• Work request
From the entries, copy each line that includes "escaped".
--- The data Enclosed Below ---
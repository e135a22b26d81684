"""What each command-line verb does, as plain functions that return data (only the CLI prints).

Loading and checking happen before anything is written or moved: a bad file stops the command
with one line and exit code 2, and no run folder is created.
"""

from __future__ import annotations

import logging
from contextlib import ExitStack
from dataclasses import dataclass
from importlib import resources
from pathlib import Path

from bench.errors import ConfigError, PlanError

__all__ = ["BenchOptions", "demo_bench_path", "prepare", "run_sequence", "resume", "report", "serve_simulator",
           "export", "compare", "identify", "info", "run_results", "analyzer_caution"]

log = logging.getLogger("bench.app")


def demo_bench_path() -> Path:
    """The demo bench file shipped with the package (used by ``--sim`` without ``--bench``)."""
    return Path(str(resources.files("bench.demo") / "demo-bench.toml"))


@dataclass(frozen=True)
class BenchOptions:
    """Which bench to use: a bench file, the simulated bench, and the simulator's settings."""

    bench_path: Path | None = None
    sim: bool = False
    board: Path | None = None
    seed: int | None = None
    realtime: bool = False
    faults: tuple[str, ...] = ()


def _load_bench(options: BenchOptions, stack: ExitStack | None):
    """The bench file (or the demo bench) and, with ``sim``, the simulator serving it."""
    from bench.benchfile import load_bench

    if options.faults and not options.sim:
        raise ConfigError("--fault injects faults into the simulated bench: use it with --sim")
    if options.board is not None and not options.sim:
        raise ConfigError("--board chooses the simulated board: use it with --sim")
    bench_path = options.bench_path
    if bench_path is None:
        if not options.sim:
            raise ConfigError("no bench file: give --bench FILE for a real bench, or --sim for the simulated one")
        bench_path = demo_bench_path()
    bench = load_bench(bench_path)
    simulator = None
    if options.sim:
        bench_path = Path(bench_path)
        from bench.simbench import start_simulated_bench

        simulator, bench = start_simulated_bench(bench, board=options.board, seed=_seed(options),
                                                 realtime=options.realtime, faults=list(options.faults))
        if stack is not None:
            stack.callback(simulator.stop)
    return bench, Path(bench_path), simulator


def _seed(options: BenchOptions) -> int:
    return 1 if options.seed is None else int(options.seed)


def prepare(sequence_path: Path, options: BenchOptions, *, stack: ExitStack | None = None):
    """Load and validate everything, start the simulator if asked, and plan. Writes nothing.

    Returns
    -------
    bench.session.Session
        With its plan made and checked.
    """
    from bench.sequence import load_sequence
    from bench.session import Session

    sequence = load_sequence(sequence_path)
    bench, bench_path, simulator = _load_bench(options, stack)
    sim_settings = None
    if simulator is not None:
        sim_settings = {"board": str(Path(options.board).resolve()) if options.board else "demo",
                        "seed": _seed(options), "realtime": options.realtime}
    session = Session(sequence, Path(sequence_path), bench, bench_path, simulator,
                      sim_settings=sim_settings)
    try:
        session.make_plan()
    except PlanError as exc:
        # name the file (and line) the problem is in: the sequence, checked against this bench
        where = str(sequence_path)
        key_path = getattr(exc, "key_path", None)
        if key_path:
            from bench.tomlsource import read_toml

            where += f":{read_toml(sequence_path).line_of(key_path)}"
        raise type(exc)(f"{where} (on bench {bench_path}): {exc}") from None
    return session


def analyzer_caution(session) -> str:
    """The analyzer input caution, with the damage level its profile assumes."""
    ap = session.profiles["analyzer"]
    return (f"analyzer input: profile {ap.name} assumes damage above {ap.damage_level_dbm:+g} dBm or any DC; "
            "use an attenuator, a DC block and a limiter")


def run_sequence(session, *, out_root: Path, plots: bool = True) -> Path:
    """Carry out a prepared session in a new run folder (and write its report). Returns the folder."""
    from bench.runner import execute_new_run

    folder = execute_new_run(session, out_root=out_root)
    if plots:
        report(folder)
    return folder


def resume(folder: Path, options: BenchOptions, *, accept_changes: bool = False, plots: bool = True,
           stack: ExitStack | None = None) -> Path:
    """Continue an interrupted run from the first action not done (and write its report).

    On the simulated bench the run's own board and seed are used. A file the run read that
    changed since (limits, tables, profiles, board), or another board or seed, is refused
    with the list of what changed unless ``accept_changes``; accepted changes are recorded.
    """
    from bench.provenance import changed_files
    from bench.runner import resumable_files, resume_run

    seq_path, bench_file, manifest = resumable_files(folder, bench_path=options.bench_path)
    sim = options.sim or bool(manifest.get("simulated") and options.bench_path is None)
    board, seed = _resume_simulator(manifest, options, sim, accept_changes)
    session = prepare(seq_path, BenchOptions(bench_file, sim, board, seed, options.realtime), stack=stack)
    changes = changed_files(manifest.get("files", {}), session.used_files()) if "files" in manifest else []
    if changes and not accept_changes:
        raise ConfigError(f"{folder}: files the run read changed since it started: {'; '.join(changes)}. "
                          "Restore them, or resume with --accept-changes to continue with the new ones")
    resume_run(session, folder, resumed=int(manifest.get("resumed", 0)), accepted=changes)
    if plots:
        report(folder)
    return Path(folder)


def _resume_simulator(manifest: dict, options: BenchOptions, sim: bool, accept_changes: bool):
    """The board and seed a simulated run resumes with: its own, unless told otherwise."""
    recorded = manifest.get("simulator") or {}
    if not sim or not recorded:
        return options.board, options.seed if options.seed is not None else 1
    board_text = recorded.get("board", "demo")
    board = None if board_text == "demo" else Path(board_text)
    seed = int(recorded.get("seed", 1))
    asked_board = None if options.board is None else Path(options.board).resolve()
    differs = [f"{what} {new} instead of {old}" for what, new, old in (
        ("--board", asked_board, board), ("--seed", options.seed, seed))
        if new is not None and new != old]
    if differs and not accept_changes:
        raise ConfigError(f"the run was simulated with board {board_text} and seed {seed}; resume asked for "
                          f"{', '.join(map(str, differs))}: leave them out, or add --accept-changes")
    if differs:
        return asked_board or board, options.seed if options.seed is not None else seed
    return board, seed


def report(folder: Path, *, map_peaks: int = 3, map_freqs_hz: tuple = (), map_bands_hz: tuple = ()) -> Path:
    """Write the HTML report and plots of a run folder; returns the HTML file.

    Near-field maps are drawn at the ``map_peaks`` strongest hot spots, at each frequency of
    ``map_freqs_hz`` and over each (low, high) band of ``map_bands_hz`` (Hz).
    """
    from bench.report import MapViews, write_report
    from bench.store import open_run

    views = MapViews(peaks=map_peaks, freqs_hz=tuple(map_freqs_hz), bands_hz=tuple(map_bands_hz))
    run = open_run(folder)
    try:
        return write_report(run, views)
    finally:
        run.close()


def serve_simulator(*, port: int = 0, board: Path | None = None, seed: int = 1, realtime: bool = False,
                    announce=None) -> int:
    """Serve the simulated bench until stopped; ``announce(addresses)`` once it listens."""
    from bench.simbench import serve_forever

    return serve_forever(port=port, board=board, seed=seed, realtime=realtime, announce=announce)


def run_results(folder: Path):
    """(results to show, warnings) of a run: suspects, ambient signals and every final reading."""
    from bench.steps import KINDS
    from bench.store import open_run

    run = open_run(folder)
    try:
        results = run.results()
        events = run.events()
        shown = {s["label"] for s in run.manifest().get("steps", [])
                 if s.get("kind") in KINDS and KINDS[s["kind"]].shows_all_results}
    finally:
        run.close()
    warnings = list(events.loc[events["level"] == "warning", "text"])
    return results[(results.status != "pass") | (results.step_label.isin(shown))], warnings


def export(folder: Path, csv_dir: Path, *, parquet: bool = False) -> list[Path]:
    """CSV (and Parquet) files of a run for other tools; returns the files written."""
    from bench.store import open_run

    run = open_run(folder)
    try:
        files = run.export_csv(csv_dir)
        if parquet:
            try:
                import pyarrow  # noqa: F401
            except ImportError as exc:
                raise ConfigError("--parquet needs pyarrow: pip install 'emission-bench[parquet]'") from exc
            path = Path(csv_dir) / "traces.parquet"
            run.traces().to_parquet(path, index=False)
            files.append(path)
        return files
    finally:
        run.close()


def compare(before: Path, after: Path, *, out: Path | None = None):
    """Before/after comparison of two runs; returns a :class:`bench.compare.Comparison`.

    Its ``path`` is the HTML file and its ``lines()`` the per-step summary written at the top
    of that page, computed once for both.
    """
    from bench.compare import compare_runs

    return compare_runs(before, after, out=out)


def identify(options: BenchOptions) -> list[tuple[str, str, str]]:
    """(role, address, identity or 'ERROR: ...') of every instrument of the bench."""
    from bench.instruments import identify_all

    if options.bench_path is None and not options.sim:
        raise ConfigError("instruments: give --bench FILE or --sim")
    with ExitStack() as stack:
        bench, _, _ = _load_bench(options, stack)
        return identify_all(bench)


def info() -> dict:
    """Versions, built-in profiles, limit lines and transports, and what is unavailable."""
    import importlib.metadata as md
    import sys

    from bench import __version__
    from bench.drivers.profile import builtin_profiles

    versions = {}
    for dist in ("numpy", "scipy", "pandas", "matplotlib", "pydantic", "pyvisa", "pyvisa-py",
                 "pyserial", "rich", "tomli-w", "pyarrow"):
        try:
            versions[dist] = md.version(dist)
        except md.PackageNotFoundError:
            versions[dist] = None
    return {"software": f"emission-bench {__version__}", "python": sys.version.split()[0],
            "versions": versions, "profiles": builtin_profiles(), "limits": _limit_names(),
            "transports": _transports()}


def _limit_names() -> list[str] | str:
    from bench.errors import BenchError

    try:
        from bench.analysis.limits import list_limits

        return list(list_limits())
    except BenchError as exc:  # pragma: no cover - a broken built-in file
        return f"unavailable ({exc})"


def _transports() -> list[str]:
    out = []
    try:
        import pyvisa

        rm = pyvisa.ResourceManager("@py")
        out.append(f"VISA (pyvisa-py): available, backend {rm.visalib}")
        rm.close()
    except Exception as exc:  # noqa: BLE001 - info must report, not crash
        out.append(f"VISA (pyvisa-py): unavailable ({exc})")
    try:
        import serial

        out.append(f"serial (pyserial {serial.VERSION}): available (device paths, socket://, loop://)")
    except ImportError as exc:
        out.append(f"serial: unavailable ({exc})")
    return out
--- End of Enclosed The data ---
--- The data Enclosed Below ---
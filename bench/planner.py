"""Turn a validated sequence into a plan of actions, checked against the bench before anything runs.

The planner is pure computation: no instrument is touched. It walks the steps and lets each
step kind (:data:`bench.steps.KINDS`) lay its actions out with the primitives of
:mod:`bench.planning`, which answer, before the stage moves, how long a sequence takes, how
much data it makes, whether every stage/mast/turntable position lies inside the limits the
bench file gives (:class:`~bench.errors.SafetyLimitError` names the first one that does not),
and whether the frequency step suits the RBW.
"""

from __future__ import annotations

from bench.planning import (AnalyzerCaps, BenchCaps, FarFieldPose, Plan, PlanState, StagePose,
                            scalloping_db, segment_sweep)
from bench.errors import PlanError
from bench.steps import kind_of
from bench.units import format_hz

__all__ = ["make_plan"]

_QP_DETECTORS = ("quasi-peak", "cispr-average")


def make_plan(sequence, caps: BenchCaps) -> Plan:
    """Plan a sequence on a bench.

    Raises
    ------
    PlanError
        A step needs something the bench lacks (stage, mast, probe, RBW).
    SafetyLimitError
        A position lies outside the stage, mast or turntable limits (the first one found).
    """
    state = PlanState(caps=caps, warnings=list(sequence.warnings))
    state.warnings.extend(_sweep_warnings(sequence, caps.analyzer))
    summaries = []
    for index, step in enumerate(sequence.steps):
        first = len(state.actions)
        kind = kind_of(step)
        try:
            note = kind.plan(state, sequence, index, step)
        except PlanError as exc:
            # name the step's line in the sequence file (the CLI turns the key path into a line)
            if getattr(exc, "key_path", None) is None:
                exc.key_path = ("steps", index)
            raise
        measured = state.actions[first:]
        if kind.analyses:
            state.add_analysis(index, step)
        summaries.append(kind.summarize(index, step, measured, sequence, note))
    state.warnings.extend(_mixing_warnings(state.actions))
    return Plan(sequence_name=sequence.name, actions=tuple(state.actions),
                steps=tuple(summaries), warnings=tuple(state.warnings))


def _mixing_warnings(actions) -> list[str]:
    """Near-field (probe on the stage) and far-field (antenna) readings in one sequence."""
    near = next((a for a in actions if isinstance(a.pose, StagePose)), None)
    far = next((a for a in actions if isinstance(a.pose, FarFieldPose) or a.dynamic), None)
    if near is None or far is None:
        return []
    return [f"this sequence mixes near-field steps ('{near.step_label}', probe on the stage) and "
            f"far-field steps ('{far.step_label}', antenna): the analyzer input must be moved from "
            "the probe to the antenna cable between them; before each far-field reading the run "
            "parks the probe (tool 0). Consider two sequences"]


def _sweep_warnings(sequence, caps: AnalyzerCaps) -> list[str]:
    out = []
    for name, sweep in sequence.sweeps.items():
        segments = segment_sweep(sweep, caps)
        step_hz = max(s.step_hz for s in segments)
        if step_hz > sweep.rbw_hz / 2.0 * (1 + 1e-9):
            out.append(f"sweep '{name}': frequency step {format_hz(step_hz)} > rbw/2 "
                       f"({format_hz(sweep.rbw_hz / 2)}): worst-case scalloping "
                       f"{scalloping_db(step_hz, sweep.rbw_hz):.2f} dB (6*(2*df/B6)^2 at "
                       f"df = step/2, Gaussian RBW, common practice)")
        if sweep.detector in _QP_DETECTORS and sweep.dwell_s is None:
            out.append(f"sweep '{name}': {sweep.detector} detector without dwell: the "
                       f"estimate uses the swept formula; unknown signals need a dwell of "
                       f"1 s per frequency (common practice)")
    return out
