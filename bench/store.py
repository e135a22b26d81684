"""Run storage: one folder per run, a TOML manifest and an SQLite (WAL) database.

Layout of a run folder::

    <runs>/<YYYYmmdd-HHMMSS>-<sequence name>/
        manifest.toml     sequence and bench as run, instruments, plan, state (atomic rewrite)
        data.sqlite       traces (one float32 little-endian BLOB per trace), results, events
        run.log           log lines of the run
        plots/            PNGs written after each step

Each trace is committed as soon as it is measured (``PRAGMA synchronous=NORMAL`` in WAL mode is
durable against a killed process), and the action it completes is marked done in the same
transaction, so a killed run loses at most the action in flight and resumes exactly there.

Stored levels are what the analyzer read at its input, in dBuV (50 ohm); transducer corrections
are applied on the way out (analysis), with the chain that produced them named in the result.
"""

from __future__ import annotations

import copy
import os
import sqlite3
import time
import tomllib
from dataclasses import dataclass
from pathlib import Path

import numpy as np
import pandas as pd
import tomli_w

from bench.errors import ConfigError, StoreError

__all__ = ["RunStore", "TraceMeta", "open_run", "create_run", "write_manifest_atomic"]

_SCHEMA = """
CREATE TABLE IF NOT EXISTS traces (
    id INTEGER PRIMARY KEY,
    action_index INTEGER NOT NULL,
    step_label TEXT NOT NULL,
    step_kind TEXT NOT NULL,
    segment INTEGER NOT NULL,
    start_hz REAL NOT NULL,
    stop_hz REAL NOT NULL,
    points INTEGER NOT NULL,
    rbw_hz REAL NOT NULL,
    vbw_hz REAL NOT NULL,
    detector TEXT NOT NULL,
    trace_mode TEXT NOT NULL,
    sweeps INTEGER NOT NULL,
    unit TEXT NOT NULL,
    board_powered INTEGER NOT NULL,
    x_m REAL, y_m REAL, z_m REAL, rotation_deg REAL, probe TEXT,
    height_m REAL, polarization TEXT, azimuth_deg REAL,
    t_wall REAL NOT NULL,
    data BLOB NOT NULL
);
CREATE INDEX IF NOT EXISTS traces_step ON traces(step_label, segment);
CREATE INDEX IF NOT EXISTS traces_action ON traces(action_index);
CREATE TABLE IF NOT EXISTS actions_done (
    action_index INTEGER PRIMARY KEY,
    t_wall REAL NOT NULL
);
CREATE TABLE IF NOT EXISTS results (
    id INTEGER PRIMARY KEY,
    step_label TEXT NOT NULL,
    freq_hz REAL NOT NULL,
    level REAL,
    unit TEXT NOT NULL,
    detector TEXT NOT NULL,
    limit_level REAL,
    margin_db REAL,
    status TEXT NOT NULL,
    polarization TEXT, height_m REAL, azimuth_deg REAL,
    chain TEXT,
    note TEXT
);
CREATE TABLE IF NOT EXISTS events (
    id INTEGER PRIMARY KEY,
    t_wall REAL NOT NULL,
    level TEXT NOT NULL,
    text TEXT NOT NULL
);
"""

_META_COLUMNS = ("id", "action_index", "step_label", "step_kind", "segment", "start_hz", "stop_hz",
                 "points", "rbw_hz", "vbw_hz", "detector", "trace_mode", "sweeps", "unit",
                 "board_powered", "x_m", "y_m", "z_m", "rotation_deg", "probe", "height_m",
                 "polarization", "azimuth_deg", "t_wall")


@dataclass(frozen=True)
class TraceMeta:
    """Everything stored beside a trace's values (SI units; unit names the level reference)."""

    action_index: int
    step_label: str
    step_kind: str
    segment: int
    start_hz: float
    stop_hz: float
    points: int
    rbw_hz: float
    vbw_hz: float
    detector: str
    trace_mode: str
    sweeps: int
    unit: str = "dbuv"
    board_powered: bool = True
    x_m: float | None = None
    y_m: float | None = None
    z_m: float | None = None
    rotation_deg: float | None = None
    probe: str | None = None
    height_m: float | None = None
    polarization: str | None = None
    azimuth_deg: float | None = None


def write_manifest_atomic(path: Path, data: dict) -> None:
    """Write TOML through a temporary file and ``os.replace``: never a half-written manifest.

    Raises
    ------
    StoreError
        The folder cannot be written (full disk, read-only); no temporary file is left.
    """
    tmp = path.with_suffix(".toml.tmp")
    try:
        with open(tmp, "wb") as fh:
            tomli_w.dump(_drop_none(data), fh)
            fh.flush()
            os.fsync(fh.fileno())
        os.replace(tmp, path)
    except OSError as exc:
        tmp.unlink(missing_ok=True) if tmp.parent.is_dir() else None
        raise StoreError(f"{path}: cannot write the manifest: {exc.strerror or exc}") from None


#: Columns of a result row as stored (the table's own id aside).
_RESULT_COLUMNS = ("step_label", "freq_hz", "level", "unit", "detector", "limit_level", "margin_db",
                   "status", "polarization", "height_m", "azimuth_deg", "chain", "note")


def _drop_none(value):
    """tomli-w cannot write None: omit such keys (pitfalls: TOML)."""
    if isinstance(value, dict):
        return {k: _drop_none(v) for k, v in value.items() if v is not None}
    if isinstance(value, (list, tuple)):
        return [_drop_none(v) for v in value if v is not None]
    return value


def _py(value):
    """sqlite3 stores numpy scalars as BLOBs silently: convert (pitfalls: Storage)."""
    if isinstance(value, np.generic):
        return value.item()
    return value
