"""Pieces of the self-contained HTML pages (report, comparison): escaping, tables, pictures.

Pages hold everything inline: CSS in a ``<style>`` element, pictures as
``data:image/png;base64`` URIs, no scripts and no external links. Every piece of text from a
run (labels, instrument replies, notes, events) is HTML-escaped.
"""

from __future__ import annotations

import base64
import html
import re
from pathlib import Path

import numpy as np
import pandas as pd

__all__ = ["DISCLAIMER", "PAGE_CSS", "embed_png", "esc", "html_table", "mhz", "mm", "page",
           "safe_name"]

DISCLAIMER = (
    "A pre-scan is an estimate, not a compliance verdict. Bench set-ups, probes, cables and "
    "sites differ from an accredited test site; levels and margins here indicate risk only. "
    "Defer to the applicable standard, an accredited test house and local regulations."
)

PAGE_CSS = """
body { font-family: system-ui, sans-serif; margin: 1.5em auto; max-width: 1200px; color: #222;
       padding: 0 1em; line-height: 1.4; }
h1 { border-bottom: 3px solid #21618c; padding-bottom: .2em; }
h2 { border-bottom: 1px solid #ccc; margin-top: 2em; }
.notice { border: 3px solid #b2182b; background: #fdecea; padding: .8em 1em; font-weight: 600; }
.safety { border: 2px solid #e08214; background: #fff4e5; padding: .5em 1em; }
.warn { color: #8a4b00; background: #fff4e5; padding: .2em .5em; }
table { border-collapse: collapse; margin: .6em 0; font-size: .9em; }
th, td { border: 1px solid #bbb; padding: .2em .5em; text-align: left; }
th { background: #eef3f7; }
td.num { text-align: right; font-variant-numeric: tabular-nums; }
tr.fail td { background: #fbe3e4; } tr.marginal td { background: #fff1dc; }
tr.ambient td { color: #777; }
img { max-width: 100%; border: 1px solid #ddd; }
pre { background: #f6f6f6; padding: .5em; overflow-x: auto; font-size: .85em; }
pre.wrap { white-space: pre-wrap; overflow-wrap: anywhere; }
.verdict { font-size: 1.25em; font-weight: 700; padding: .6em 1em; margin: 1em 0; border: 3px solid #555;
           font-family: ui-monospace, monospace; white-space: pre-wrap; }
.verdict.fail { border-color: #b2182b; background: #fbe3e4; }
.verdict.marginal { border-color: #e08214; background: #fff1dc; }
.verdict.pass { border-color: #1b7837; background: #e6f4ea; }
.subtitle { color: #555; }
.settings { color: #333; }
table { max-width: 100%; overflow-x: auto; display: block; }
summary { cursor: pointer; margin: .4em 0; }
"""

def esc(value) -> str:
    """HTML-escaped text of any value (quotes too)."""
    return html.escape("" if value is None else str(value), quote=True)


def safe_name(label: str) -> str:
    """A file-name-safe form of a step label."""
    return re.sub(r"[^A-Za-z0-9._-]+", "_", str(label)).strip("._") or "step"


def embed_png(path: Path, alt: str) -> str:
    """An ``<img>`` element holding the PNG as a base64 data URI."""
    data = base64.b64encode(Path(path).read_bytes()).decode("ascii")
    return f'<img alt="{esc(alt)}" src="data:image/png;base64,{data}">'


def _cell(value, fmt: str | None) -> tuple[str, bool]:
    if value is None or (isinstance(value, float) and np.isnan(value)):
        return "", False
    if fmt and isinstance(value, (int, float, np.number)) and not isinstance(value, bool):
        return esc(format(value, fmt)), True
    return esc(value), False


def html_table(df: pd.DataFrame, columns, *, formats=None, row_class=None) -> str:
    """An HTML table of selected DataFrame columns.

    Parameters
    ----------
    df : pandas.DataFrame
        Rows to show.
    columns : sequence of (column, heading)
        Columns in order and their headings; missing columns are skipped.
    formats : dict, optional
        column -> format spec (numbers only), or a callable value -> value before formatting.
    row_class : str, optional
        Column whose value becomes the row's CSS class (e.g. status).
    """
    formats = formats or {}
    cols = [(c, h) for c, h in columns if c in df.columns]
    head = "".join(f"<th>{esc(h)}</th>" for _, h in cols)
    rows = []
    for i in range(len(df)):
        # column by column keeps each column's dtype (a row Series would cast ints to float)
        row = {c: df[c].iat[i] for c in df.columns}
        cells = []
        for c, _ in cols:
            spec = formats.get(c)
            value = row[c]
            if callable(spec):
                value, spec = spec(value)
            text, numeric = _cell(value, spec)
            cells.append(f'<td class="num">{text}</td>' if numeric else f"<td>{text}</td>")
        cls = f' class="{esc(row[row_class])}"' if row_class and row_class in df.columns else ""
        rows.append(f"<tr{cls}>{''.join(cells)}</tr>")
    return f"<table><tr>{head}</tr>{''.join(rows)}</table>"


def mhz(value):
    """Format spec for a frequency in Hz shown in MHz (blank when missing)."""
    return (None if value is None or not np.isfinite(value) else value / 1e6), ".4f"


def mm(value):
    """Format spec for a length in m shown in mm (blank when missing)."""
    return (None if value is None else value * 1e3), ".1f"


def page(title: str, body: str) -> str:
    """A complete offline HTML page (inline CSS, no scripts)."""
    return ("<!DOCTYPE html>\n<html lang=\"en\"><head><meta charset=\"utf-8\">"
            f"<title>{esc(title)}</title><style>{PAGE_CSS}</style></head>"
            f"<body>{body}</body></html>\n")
--- End of Enclosed The data ---
• Answer to the exercise
run (labels, instrument replies, notes, events) is HTML-escaped.
    """HTML-escaped text of any value (quotes too)."""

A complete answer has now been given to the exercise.